» **INPUT MATERIAL**
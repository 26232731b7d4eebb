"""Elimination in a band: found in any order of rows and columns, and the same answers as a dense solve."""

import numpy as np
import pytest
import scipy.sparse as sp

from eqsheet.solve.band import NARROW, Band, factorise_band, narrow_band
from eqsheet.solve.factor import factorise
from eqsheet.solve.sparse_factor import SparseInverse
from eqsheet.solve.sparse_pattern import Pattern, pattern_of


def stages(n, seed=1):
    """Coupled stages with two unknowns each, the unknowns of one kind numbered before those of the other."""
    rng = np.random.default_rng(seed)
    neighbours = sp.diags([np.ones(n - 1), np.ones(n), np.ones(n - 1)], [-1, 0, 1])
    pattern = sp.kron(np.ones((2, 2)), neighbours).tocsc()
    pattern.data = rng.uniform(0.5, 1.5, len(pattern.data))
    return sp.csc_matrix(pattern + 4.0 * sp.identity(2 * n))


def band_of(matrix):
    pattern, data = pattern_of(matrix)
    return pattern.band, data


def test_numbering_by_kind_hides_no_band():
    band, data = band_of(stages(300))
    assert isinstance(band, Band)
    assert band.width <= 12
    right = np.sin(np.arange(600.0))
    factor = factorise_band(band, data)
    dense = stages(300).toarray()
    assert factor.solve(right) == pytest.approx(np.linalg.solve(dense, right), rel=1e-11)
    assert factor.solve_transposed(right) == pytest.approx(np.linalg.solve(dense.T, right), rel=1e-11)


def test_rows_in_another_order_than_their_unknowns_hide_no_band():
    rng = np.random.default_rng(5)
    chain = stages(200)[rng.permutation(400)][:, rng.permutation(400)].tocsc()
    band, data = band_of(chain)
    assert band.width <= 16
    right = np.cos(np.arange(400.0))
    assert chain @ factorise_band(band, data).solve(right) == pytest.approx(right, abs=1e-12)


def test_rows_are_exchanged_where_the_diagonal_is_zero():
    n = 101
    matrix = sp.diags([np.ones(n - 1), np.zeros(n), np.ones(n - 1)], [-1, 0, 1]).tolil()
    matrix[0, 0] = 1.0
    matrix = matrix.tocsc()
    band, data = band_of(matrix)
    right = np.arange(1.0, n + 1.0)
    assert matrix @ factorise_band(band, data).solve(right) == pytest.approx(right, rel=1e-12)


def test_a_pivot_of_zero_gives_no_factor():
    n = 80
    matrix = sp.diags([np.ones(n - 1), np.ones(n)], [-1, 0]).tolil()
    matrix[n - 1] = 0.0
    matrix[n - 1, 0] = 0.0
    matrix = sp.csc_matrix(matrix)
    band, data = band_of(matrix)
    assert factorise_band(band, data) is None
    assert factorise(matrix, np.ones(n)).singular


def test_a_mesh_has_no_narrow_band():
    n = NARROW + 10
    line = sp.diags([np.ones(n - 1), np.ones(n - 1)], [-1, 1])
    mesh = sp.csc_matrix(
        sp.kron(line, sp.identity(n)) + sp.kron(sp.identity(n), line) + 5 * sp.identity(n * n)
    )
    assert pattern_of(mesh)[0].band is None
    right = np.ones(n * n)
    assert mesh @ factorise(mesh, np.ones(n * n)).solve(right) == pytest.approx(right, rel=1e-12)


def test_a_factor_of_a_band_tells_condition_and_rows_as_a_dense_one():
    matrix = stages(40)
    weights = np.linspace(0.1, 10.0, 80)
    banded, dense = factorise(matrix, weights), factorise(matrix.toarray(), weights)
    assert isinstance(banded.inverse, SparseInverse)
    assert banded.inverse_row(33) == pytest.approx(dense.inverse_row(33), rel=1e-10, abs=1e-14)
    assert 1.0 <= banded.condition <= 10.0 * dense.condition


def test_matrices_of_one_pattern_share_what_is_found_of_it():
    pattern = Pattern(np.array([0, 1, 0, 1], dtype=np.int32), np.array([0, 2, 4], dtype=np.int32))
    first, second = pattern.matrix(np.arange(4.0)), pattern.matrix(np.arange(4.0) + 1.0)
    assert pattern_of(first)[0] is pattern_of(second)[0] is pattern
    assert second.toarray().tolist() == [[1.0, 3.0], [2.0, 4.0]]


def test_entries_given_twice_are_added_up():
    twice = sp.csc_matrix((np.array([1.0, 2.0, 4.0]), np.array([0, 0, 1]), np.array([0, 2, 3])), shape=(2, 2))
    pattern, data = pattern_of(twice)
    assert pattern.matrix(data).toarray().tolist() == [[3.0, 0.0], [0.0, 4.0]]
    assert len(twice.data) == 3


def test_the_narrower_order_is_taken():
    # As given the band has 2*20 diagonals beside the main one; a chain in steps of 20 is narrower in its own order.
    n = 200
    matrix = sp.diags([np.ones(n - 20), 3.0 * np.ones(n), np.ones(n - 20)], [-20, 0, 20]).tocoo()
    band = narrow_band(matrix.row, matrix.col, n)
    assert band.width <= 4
==
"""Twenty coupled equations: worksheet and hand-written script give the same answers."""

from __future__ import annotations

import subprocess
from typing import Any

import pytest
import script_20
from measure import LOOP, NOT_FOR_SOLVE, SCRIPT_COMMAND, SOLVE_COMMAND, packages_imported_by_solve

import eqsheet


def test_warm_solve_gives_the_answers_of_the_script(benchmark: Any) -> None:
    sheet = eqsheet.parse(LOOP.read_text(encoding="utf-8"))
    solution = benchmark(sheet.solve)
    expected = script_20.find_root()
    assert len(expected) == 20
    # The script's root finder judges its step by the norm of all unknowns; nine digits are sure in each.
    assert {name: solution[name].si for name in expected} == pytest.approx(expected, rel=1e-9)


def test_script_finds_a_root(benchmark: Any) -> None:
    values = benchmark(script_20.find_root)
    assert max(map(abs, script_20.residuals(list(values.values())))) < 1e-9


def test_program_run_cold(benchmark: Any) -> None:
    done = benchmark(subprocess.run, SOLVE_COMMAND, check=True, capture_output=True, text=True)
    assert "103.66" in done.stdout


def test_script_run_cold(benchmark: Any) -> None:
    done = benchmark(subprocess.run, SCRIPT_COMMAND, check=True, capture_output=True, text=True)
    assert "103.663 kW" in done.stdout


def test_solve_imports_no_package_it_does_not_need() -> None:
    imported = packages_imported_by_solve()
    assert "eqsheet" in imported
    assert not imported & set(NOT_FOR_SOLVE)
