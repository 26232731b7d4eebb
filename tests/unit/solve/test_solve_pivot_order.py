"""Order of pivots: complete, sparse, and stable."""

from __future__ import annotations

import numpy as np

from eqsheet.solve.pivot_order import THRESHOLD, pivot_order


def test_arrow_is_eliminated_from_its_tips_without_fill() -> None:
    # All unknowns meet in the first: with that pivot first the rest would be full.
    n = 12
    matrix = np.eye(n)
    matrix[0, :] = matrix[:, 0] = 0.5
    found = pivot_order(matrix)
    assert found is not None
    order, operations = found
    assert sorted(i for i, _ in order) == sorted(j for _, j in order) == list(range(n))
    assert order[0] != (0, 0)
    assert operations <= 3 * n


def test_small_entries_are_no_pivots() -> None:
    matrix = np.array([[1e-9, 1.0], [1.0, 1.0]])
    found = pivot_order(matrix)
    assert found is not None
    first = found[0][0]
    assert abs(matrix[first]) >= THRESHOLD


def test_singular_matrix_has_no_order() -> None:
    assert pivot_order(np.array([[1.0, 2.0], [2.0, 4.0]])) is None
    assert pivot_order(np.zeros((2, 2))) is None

» **HOW TO COMPLETE THIS TASK**
In the records above, find the line with "a band: found"; write out exactly that line and each one after it, stopping after the line with "stages with two".

» **RESPONSE BELOW**
"""Elimination in a band: found in any order of rows and columns, and the same answers as a dense solve."""

import numpy as np
import pytest
import scipy.sparse as sp

from eqsheet.solve.band import NARROW, Band, factorise_band, narrow_band
from eqsheet.solve.factor import factorise
from eqsheet.solve.sparse_factor import SparseInverse
from eqsheet.solve.sparse_pattern import Pattern, pattern_of


def stages(n, seed=1):
    """Coupled stages with two unknowns each, the unknowns of one kind numbered before those of the other."""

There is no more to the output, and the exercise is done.